Canvas erbt von Component und ist somit eine. D.h. du kannst Dein Spiel direkt in das JPanel adden.

in BAP_Spiel also per

Spiel myspiel = new Spiel();
getContentPane().setLayout(new BorderLayout());
getContentPane().add(myspiel);


----------



## L-ectron-X (8. Jan 2007)

Canvas ist eine AWT-Komponente!
AWT und Swing sollten nicht gemischt werden, dann kann es zu solchen Effekten kommen.
Statt auf Canvas kannst du auf einem JPanel zeichnen. Dazu überschreibst du die paintComponent()-Methode.


----------



## MiniDirk (8. Jan 2007)

Ja genau die leiste wird unter der richtigen leiste noch einmal gezeichnet. Habe leider keinen Webspace um das Bild einzubinden. 

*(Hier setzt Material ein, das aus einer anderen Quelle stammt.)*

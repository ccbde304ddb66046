package main

import (
	"bytes"
	"regexp"
	"strconv"
	"testing"
)

// TestRunStats checks that run --stats prints every counter the circuit integrator keeps
// (steps, rejections, failed evaluations, f evaluations, Jacobians, factorisations), with
// numbers that hang together: one Jacobian per accepted or rejected step at most, at least one
// factorisation per step.
func TestRunStats(t *testing.T) {
	t.Parallel()
	var out, errb bytes.Buffer
	if code := run([]string{"run", "--stats", "--set", "numerics.cells=40"}, &out, &errb); code != 0 {
		t.Fatalf("exit %d: %s", code, errb.String())
	}
	re := regexp.MustCompile(`steps (\d+), rejected (\d+) \((\d+) failed evaluations\), f evaluations (\d+), Jacobians (\d+), factorisations (\d+)`)
	m := re.FindStringSubmatch(errb.String())
	if m == nil {
		t.Fatalf("--stats printed %q, want every integrator counter", errb.String())
	}
	n := make([]int, len(m)-1)
	for i := range n {
		n[i], _ = strconv.Atoi(m[i+1])
	}
	steps, rejected, jac, fact := n[0], n[1], n[4], n[5]
	if steps == 0 || jac == 0 || jac > steps+rejected || fact < steps {
		t.Errorf("counters do not hang together: %v", m[0])
	}
}
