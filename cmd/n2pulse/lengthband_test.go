package main

import (
	"bytes"
	"encoding/json"
	"os"
	"path/filepath"
	"strings"
	"testing"
)

// TestLengthUncertainty runs `length --uncertainty 10` on the example design (20 cells, three
// lengths): --json gives every point a band with p05 ≤ p50 ≤ p95 of the output-end energy and a
// note, and each curve the count of samples in its useful-length band; length.csv has the band
// columns; an absurd sample count for the grid is a usage error naming --uncertainty before
// anything runs.
func TestLengthUncertainty(t *testing.T) {
	t.Parallel()
	if testing.Short() {
		t.Skip("runs the model 33 times")
	}
	dir := t.TempDir()
	args := []string{"length", "../../data/designs/example.toml", "--set", "numerics.cells=20", "--points", "3", "--from", "10cm", "--to", "40cm",
		"--uncertainty", "10", "--seed", "2", "--json", "--out", dir}
	var out, errb bytes.Buffer
	if code := run(args, &out, &errb); code != 0 {
		t.Fatalf("exit %d: %s", code, errb.String())
	}
	var got struct {
		Curves []struct {
			UsefulSamples *int `json:"useful_length_samples"`
			Points        []struct {
				U map[string]any `json:"uncertainty"`
			} `json:"points"`
		} `json:"curves"`
	}
	if err := json.Unmarshal(out.Bytes(), &got); err != nil {
		t.Fatalf("%v\n%s", err, out.String())
	}
	c := got.Curves[0]
	if c.UsefulSamples == nil || *c.UsefulSamples > 10 || len(c.Points) != 3 {
		t.Fatalf("curve: useful_length_samples %v, %d points; want a count ≤ 10 and 3 points", c.UsefulSamples, len(c.Points))
	}
	for k, p := range c.Points {
		lo, _ := p.U["energy_front_J_p05"].(float64)
		mid, _ := p.U["energy_front_J_p50"].(float64)
		hi, _ := p.U["energy_front_J_p95"].(float64)
		if _, ok := p.U["note"].(string); !ok || !(lo > 0 && lo <= mid && mid <= hi) || p.U["samples"] != 10.0 {
			t.Errorf("point %d: uncertainty %v; want 10 samples, 0 < p05 ≤ p50 ≤ p95 and a note", k, p.U)
		}
	}
	csv, err := os.ReadFile(filepath.Join(dir, "length.csv"))
	if err != nil {
		t.Fatal(err)
	}
	tab := readTable(t, csv)
	for _, col := range []string{"energy_front_J_p05", "energy_front_J_p50", "energy_front_J_p95", "useful_length_m_p50", "useful_length_beyond", "may_not_lase", "band_note"} {
		if tab.Column(col) < 0 {
			t.Errorf("length.csv has no column %q", col)
		}
	}
	var o, e bytes.Buffer
	bad := []string{"length", "../../data/designs/example.toml", "--points", "10000", "--uncertainty", "1000"}
	if code := run(bad, &o, &e); code != 2 || !strings.Contains(e.String(), "--uncertainty 1000") || !strings.Contains(e.String(), "10…199") {
		t.Errorf("%v: exit %d, %q; want 2 and the allowed range 10…199", bad, code, e.String())
	}
}
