package main

import (
	"bytes"
	"fmt"
	"io"
	"n2pulse/internal/atomicfile"
	"path/filepath"
	"strings"

	"gonum.org/v1/plot"
	"gonum.org/v1/plot/plotter"
	"gonum.org/v1/plot/plotutil"
	"gonum.org/v1/plot/vg"

	"n2pulse/kinetics/swarm"
	"n2pulse/units"
)

func init() {
	register(command{
		name:    "swarm",
		summary: "solve the electron Boltzmann equation and write a swarm table (CSV) for N₂, air or a mixture",
		run:     runSwarm,
	})
}

func runSwarm(args []string, stdout, stderr io.Writer) error {
	fs := newFlags("swarm", "[--gas n2|air | --nitrogen X --oxygen Y --helium Z] [--out FILE] [--plot FILE.png|.svg]", stderr)
	gas := fs.String("gas", "n2", "gas: n2 (pure N₂) or air (N₂ 0.79, O₂ 0.21)")
	out := fs.String("out", "", "write the CSV table to FILE (default: standard output)")
	plotFile := fs.String("plot", "", "draw v_d, α/N, η/N, k_B and k_C against E/N into FILE (.png or .svg)")
	nitrogen := fs.Float64("nitrogen", -1, "N₂ mole fraction 0–1 (with --oxygen/--helium, instead of --gas)")
	oxygen := fs.Float64("oxygen", -1, "O₂ mole fraction 0–1")
	helium := fs.Float64("helium", -1, "He mole fraction 0–1")
	cells := fs.Int("cells", swarm.DefaultCells, "number of energy cells (20–5000)")
	if help, err := parseFlags(fs, args); help || err != nil {
		return err
	}
	if fs.NArg() > 0 {
		return usagef("swarm: takes no arguments, got %q", fs.Args())
	}
	var xn, xo, xh float64
	if *nitrogen >= 0 || *oxygen >= 0 || *helium >= 0 {
		if fs.Changed("gas") {
			return usagef("swarm: give either --gas or the fractions, not both")
		}
		xn, xo, xh = max(*nitrogen, 0), max(*oxygen, 0), max(*helium, 0)
		if s := xn + xo + xh; s < 0.999 || s > 1.001 {
			return usagef("swarm: fractions sum to %g, want 1 (within 1e-3)", s)
		}
	} else {
		switch *gas {
		case "n2":
			xn = 1
		case "air":
			xn, xo = swarm.AirNitrogen, swarm.AirOxygen
		default:
			return usagef("swarm: --gas %q: want n2 or air", *gas)
		}
	}
	if *cells < 20 || *cells > 5000 {
		return usagef("swarm: --cells %d: allowed 20–5000", *cells)
	}
	if *plotFile != "" {
		ext := strings.ToLower(filepath.Ext(*plotFile))
		if ext != ".png" && ext != ".svg" {
			return usagef("swarm: --plot %q: the file must end in .png or .svg", *plotFile)
		}
	}
	mix, err := swarm.Mixture(xn, xo, xh)
	if err != nil {
		return err
	}
	set := &swarm.Settings{Cells: *cells}
	table, res, err := swarm.SolveTable(mix, set, swarm.TableFields)
	if err != nil {
		return err
	}
	var buf bytes.Buffer
	if err := swarm.WriteResultsCSV(&buf, swarm.TableComments(mix, set), res); err != nil {
		return err
	}
	if *out == "" {
		if _, err := stdout.Write(buf.Bytes()); err != nil {
			return err
		}
	} else if err := atomicfile.WriteFile(*out, buf.Bytes()); err != nil {
		return fmt.Errorf("swarm: %w", err)
	}
	if *plotFile != "" {
		if err := plotSwarm(table, swarm.Composition(mix), *plotFile); err != nil {
			return fmt.Errorf("swarm: plot: %w", err)
		}
	}
	return nil
}

// plotSwarm draws the table's v_d, α/N, η/N, k_B and k_C on log–log axes, normalised per curve
// so that they share one axis; the legend gives each curve's scale.
func plotSwarm(t *swarm.Table, title, file string) error {
	rows := t.Rows()
	p := plot.New()
	p.Title.Text = "electron swarm coefficients (mole fractions " + title + ")"
	p.X.Label.Text = "E/N [Td]"
	p.Y.Label.Text = "value in the unit given in the legend"
	p.X.Scale = plot.LogScale{}
	p.Y.Scale = plot.LogScale{}
	p.X.Tick.Marker = plot.LogTicks{Prec: -1}
	p.Y.Tick.Marker = plot.LogTicks{Prec: -1}
	curves := []struct {
		name  string
		scale float64
		get   func(c swarm.Coefficients) float64
	}{
		{"v_d [1e4 m/s]", 1e-4, func(c swarm.Coefficients) float64 { return c.DriftVelocity }},
		{"α/N [1e-22 m²]", 1e22, func(c swarm.Coefficients) float64 { return c.AlphaN }},
		{"η/N [1e-22 m²]", 1e22, func(c swarm.Coefficients) float64 { return c.EtaN }},
		{"k_B [1e-16 m³/s]", 1e16, func(c swarm.Coefficients) float64 { return c.ExciteB }},
		{"k_C [1e-16 m³/s]", 1e16, func(c swarm.Coefficients) float64 { return c.ExciteC }},
	}
	var lines []any
	for _, cv := range curves {
		var xy plotter.XYs
		for _, r := range rows {
			if v := cv.get(r) * cv.scale; v > 1e-4 {
				xy = append(xy, plotter.XY{X: r.ReducedField / units.Townsend, Y: v})
			}
		}
		if len(xy) < 2 {
			continue
		}
		lines = append(lines, cv.name, xy)
	}
	if err := plotutil.AddLines(p, lines...); err != nil {
		return err
	}
	p.Legend.Top = true
	p.Legend.Left = true
	var buf bytes.Buffer
	ext := strings.TrimPrefix(strings.ToLower(filepath.Ext(file)), ".")
	wt, err := p.WriterTo(7*vg.Inch, 5*vg.Inch, ext)
	if err != nil {
		return err
	}
	if _, err := wt.WriteTo(&buf); err != nil {
		return err
	}
	return atomicfile.WriteFile(file, buf.Bytes())
}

Und das mit dem mischen war mir bekannt, deswegen habe ich auch in dem Spielfeld wo ich ja die anderen Sachen so langsam einbinden möchte die paintComponent Metheode überschrieben.

Wie funktioniert das den mit der Doppelbufferung? Ist gibt da ja die möglichkeit mit setDoubleBuffered(true) das Panel zu buffern.

Doch irgendwie scheint das nicht zu funktionieren.


----------



## MiniDirk (11. Jan 2007)

Hallo zusammen,

ich bin jetzt einen Schritt weiter gekommen und zwar habe ich das Spielfeld jetzt von JPanel abgeleitet sonder von JComponent und komischerweise funktioniert es jetzt so wie ich mir das denke. Kann mir das einer vielleicht erklären?
Es gibt keine doppelte Menuleiste mehr

Ein kleineres Problem habe ich dennoch und zwar nicht das Spielfeld keine Hintergrundfarbe an mit setBackground, es gibt aber auch keine Fehlermeldung. Hat da jemand eine Lösung für mich.

Mir ist da noch etwas aufgefallen und zwar habe ich in dem BAP_Spiel eine Variable Pause eingefügt, die wenn jemand im Menü etwas macht das Spiel anhält. Mache ich das nicht dauert es weig bis sich ein Dialog oder das Menü wieder aufbaut.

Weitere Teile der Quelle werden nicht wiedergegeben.